## Supplied material
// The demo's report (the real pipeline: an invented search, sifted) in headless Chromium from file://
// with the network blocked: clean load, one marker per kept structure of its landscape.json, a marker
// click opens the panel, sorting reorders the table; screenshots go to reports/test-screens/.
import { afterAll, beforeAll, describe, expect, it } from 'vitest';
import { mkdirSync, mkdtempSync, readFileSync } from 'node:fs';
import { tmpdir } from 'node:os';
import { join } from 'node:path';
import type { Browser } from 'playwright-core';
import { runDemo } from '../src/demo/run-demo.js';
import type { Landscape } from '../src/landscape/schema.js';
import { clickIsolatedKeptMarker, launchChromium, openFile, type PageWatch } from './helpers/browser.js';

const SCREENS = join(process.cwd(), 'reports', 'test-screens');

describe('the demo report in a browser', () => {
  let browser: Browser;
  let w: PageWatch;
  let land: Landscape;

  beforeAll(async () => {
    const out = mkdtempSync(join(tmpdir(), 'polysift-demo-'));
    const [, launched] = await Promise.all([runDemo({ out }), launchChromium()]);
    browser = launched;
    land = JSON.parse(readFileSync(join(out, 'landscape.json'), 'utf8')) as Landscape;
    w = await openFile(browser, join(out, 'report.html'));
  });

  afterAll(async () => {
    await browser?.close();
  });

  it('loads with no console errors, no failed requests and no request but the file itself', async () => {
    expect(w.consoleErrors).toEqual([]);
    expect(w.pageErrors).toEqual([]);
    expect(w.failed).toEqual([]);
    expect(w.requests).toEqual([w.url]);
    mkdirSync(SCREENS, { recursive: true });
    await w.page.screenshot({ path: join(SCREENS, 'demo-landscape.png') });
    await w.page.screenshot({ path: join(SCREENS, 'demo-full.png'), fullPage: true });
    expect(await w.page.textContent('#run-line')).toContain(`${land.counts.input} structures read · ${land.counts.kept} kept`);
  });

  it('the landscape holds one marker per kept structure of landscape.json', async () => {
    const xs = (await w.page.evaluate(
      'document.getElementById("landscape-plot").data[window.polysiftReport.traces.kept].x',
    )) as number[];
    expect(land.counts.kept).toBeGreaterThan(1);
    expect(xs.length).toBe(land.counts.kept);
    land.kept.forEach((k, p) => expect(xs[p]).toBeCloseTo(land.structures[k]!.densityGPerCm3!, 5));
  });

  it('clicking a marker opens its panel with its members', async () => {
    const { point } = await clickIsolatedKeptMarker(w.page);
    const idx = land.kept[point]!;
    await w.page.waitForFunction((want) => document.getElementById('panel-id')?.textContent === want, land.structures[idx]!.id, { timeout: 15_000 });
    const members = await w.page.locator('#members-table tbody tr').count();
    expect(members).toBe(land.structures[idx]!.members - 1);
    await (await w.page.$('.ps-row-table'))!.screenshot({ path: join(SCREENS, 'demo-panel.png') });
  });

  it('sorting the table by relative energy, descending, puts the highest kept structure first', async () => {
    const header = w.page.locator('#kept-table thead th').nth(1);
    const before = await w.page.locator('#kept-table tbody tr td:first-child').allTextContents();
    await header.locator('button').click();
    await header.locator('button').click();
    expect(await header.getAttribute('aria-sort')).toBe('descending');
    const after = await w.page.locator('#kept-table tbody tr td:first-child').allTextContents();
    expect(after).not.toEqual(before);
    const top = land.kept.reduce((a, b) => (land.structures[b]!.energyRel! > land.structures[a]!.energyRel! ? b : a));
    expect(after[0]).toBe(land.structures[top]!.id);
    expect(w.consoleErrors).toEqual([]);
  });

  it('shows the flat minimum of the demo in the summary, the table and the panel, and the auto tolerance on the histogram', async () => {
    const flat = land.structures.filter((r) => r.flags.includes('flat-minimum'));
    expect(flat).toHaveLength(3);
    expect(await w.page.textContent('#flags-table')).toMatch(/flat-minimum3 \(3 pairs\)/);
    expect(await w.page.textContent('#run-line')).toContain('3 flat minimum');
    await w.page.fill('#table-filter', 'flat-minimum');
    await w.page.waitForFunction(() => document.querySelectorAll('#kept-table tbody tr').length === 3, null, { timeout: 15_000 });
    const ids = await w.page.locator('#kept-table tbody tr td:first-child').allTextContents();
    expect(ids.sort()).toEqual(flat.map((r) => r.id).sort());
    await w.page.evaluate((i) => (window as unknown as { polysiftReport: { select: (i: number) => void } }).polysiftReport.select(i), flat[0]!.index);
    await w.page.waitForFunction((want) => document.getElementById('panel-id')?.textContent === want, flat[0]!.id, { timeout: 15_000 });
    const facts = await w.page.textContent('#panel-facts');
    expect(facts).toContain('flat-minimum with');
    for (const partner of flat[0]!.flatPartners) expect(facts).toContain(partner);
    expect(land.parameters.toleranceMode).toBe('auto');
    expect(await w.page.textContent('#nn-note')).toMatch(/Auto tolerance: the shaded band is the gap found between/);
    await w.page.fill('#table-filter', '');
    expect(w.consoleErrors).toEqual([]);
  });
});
* * *
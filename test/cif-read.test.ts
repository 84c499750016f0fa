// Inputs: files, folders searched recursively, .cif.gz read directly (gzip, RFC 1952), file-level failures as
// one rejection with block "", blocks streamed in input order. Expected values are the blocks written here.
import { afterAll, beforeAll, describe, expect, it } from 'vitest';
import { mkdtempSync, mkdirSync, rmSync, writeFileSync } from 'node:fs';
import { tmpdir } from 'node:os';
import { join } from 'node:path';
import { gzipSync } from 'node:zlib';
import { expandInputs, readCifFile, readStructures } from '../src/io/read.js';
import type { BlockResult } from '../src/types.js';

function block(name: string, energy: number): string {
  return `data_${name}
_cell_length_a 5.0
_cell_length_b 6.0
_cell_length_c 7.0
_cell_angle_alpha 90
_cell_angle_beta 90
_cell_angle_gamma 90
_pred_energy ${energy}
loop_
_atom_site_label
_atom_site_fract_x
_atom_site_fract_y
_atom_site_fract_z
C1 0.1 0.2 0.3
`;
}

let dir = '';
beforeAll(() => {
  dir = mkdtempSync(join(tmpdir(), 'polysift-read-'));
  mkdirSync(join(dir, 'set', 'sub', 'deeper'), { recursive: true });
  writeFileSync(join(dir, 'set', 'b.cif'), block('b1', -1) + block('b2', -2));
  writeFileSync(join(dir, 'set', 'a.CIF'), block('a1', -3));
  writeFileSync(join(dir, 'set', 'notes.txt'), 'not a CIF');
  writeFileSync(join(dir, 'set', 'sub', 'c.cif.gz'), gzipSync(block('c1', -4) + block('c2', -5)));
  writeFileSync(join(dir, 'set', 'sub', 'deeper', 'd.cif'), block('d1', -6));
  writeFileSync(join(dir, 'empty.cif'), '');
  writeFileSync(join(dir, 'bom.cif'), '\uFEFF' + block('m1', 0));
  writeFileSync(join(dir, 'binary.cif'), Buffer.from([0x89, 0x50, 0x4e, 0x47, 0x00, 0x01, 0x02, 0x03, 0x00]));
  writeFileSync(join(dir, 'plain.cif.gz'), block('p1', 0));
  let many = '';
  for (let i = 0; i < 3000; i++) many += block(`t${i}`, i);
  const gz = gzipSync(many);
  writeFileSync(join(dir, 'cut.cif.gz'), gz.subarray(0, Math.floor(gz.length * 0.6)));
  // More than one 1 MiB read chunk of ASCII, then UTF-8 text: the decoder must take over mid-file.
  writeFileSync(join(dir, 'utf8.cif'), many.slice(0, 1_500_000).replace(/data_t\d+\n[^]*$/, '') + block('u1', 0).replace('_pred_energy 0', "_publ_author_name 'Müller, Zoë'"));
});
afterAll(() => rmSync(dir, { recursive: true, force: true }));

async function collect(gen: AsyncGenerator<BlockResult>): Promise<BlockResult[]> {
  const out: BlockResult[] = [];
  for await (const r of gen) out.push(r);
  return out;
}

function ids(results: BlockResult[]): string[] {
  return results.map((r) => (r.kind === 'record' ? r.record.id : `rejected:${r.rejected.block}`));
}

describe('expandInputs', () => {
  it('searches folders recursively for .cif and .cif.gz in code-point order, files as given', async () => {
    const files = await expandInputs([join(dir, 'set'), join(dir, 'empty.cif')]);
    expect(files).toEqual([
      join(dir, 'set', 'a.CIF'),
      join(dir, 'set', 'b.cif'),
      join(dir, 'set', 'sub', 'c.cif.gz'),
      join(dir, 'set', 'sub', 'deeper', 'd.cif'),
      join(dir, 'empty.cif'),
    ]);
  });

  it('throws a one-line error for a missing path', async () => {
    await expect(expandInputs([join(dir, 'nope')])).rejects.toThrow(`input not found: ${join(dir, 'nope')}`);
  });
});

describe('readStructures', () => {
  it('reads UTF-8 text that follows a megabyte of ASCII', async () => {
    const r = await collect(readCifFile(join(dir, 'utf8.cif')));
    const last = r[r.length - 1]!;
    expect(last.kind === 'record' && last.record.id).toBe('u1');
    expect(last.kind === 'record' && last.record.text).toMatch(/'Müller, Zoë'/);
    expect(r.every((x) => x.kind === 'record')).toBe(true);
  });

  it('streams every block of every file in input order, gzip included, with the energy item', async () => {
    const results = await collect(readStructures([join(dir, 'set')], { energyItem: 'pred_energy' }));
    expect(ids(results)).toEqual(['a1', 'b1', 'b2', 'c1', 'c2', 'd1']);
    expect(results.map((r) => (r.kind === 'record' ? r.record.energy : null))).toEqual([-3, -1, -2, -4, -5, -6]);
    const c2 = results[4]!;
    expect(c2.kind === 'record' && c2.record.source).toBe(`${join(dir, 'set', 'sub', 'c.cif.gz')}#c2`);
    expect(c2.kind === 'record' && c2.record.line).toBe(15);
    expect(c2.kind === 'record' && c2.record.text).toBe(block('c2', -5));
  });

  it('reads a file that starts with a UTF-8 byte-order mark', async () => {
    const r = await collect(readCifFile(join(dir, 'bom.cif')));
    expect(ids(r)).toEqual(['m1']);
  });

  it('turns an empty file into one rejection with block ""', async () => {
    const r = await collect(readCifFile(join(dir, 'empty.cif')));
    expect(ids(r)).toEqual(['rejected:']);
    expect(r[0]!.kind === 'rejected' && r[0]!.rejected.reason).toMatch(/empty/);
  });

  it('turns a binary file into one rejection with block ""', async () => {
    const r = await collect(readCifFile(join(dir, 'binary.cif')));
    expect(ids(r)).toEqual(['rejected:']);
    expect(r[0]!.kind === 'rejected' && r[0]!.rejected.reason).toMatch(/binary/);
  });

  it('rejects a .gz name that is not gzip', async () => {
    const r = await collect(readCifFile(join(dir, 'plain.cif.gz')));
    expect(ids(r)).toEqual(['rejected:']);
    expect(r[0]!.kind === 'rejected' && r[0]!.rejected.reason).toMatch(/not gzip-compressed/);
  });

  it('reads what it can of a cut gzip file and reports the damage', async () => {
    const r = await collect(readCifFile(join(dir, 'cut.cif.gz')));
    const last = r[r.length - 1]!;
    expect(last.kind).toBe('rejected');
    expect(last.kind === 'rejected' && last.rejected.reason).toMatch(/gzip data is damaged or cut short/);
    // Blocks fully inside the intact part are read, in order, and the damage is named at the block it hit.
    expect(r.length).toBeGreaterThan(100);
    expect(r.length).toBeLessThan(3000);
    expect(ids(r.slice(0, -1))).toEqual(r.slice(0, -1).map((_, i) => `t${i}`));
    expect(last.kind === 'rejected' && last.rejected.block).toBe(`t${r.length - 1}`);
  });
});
* * *
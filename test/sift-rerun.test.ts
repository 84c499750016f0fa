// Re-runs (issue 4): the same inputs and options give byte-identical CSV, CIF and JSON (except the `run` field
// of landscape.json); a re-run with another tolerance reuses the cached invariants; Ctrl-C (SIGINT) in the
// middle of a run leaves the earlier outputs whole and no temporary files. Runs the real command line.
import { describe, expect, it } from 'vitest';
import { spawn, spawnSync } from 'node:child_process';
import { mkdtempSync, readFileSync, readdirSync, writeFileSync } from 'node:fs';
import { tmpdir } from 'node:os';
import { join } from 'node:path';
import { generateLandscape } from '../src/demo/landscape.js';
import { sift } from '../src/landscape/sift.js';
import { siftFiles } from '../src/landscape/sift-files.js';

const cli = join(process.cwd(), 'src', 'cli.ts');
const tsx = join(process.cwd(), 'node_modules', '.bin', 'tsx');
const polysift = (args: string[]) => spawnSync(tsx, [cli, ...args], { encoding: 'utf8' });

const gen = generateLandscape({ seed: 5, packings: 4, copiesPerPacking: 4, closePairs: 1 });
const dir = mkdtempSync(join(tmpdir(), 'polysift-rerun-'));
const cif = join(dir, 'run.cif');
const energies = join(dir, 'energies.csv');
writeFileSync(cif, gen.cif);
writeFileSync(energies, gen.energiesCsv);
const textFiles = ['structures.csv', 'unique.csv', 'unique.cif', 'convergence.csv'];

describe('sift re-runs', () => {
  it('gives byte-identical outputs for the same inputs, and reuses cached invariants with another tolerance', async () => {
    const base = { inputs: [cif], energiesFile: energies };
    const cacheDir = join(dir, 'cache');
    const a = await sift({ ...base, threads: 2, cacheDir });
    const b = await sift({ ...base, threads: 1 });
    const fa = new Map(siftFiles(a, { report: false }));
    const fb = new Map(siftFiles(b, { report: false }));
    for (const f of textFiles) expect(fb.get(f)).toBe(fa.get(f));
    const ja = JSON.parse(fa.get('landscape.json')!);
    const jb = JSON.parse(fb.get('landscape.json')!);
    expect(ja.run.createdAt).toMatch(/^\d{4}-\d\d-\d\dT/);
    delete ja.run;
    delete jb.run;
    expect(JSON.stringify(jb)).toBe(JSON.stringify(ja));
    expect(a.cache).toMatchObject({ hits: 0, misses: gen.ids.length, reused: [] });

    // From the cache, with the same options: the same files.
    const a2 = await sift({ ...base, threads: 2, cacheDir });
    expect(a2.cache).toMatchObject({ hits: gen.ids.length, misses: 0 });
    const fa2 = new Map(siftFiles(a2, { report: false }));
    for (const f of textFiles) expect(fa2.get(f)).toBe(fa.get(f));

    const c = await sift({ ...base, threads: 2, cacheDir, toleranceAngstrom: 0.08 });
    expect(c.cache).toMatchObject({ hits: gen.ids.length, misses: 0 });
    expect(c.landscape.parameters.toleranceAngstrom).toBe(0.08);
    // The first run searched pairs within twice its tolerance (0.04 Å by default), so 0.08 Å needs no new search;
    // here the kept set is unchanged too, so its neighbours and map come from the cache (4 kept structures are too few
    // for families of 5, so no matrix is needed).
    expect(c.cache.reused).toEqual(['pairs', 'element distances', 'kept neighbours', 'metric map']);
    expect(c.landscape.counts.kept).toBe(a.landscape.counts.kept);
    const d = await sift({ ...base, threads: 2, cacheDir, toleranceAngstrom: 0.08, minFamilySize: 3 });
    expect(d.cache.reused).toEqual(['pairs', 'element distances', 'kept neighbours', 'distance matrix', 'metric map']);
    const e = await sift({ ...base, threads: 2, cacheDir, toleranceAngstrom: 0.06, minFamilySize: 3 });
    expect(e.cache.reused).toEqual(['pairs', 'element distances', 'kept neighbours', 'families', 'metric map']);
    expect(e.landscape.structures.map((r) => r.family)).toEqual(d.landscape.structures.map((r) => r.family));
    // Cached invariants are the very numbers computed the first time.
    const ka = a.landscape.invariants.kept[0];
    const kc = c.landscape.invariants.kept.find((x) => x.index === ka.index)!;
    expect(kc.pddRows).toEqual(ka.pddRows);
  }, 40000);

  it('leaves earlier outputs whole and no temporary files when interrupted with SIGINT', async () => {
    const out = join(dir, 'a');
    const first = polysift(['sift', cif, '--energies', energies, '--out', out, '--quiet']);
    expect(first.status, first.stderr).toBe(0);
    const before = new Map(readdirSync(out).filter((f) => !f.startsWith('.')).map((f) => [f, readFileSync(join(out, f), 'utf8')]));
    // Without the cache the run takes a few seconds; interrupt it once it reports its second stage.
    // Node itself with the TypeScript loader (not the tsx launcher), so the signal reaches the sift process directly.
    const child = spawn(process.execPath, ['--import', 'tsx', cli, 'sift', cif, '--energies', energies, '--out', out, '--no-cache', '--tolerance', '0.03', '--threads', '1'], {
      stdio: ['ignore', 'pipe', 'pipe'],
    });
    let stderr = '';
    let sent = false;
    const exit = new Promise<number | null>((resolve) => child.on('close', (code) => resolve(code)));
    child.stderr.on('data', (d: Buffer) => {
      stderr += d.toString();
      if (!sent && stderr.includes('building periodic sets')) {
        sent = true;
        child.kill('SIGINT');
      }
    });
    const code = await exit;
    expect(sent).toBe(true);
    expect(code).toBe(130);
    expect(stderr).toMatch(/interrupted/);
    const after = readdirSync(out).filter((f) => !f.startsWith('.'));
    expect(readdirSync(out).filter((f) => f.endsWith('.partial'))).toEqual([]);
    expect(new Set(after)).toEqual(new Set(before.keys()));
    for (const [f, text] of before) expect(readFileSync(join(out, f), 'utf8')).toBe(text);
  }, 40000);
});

## Directions for this task
Using the listing, filter for "Buffer" and return the matching lines.

## Exercise output
  writeFileSync(join(dir, 'binary.cif'), Buffer.from([0x89, 0x50, 0x4e, 0x47, 0x00, 0x01, 0x02, 0x03, 0x00]));
    child.stderr.on('data', (d: Buffer) => {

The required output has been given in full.